▶ _Work instructions_: Only lines holding the word "given" are wanted. Copy them from the listing below.
───
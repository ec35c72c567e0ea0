"""VISA transport through pyvisa; pyvisa-py (``"@py"``) is the default backend so no vendor
library is needed. Another backend may be named (``"@ivi"``), never given as a path.

Raw-socket sessions (``TCPIP::host::port::SOCKET``) get ``TCP_NODELAY`` and every query is
written together with its command in one send, so small writes never wait on TCP's
small-packet coalescing and delayed acknowledgements. ``abort()`` shuts the socket down
from another thread (a blocked read wakes at once); on other buses it waits for the
(finite) timeout. ``resync()`` reopens raw sockets and clears other devices (IEEE 488.1
device clear via ``viClear``), then asks ``*OPC?``.
"""
from __future__ import annotations

import os
import re
import socket
import threading
from typing import Optional, Tuple

from .errors import DriverError, TransportAborted, TransportTimeout
from .session import DEFAULT_SENTINEL, LineSession

_BACKEND = re.compile(r"^@[a-z][a-z0-9_-]{0,31}$")


def check_backend(backend: str) -> str:
    """A backend is named (``@py``, ``@ivi``, ...), never a file path."""
    if not isinstance(backend, str) or not _BACKEND.match(backend):
        raise DriverError("visa", f"backend {backend!r} must be a name such as '@py' or "
                                  "'@ivi' (library paths are not accepted)")
    return backend


_MANAGERS: dict = {}
_MANAGERS_LOCK = threading.Lock()


def resource_manager(backend: str = "@py"):
    """One pyvisa ResourceManager per backend name, created on first use."""
    backend = check_backend(backend)
    with _MANAGERS_LOCK:
        rm = _MANAGERS.get(backend)
        if rm is None:
            import pyvisa
            try:
                rm = pyvisa.ResourceManager(backend)
            except Exception as exc:  # noqa: BLE001 - pyvisa raises many kinds here
                why = " ".join(str(exc).split())[:200]      # one line, never a dump
                raise DriverError("visa", f"VISA backend {backend} is not available: "
                                          f"{why}") from None
            _MANAGERS[backend] = rm
        return rm


def is_raw_socket(resource: str) -> bool:
    return resource.upper().startswith("TCPIP") and resource.upper().endswith("::SOCKET")



_VISA_CODE = re.compile(r"-10738\d{5}")


def open_error_text(exc) -> str:
    """pyvisa's message for a failed open, on one line, with a bare VISA status code (pyvisa-py
    says "could not connect: -1073807339") given its name and meaning from pyvisa's own table
    (VPP-4.3 status codes)."""
    text = " ".join(str(exc).split())

    def name(m):
        try:
            from pyvisa.constants import StatusCode
            from pyvisa.errors import completion_and_error_messages
            abbr, desc = completion_and_error_messages[StatusCode(int(m.group(0)))]
            return f"{abbr} ({desc.rstrip('.')})"
        except (ImportError, KeyError, ValueError):
            return m.group(0)
    return _VISA_CODE.sub(name, text)

class VisaTransport(LineSession):
    """A pyvisa message-based session."""

    def __init__(self, resource: str, timeout: float = 1.0, backend: str = "@py",
                 sentinel: Optional[Tuple[str, str]] = DEFAULT_SENTINEL, nodelay: bool = True):
        super().__init__(resource, timeout, sentinel)
        self.backend = check_backend(backend)
        self.raw_socket = is_raw_socket(resource)
        self.reopen_on_resync = self.raw_socket
        self.nodelay = nodelay
        self._res = None
        self._open()

    # -- opening ---------------------------------------------------------------------------
    def _socket(self) -> Optional[socket.socket]:
        """The OS socket of a pyvisa-py raw-socket session, when it can be reached."""
        if self._res is None or not self.raw_socket:
            return None
        try:
            sess = self._res.visalib.sessions[self._res.session]
            sock = getattr(sess, "interface", None)
            return sock if isinstance(sock, socket.socket) else None
        except (AttributeError, KeyError, TypeError):
            return None

    def _open(self) -> None:
        import pyvisa
        rm = resource_manager(self.backend)
        try:
            res = rm.open_resource(self.resource, open_timeout=int(self.timeout * 1000))
        except (pyvisa.errors.Error, OSError, ValueError) as exc:
            raise DriverError(self.resource, f"cannot open VISA resource: {open_error_text(exc)}") from None
        except Exception as exc:  # noqa: BLE001 - pyvisa-py raises bare Exception on connect
            raise DriverError(self.resource, f"cannot open VISA resource: {open_error_text(exc)}") from None
        res.timeout = int(self.timeout * 1000)
        res.read_termination = self.term
        res.write_termination = ""
        self._res = res
        sock = self._socket()
        if sock is not None:
            # pyvisa-py reports a refused non-blocking connect as success: check it here
            err = sock.getsockopt(socket.SOL_SOCKET, socket.SO_ERROR)
            try:
                sock.getpeername()
            except OSError:
                err = err or 111
            if err:
                self._close()
                raise DriverError(self.resource, f"cannot open VISA resource: "
                                                 f"{os.strerror(err)}")
            sock.setsockopt(socket.IPPROTO_TCP, socket.TCP_NODELAY, 1 if self.nodelay else 0)
        elif self.raw_socket:
            try:
                res.set_visa_attribute(pyvisa.constants.VI_ATTR_TCPIP_NODELAY,
                                       bool(self.nodelay))
            except Exception:  # noqa: BLE001 - attribute unsupported by this backend
                pass
        self.trusted = True

    def _close(self) -> None:
        res, self._res = self._res, None
        if res is not None:
            try:
                res.close()
            except Exception:  # noqa: BLE001 - already dead
                pass

    # -- I/O -------------------------------------------------------------------------------
    def _need(self):
        if self._res is None:
            raise DriverError(self.resource, "VISA session is not open")
        return self._res

    def _send(self, text: str) -> None:
        import pyvisa
        try:
            self._need().write_raw(text.encode("ascii"))
        except pyvisa.errors.VisaIOError as exc:
            if exc.error_code == pyvisa.constants.StatusCode.error_timeout:
                raise TransportTimeout(self.resource, "write timed out") from None
            raise DriverError(self.resource, f"write failed: {exc.description}") from None

    def _recv_line(self, timeout: float) -> str:
        import pyvisa
        res = self._need()
        try:
            raw = res.read_raw()
        except pyvisa.errors.VisaIOError as exc:
            if exc.error_code == pyvisa.constants.StatusCode.error_timeout:
                if self._aborted.is_set():
                    raise TransportAborted(self.resource, "aborted while reading") from None
                raise TransportTimeout(self.resource, f"no reply within {timeout:g} s") from None
            raise DriverError(self.resource, f"read failed: {exc.description}") from None
        try:
            text = raw.decode("ascii")
        except UnicodeDecodeError:
            raise DriverError(self.resource, f"reply is not ASCII text: {raw[:40]!r}") from None
        return text.rstrip("\r\n")

    def _wake(self) -> None:
        sock = self._socket()
        if sock is not None:
            try:
                sock.shutdown(socket.SHUT_RDWR)
            except OSError:
                pass
            try:
                sock.close()
            except OSError:
                pass

    def _flush_input(self) -> None:
        import pyvisa
        res = self._need()
        try:
            res.flush(pyvisa.constants.BufferOperation.discard_read_buffer_no_io)
        except Exception:  # noqa: BLE001 - not every backend supports every flush mask
            pass

    def device_clear(self) -> bool:
        if self.raw_socket or self._res is None:
            return False
        try:
            self._res.clear()
            return True
        except Exception:  # noqa: BLE001 - the bus may have no device clear
            return False


def list_resources(backend: str = "@py", query: str = "?*::INSTR") -> Tuple[str, ...]:
    """VISA resources the backend can find (raw sockets are never discoverable)."""
    rm = resource_manager(backend)
    try:
        return tuple(rm.list_resources(query))
    except Exception:  # noqa: BLE001 - discovery failures mean "none found"
        return ()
───
▶ _Solution for this task_:
library is needed. Another backend may be named (``"@ivi"``), never given as a path.
    says "could not connect: -1073807339") given its name and meaning from pyvisa's own table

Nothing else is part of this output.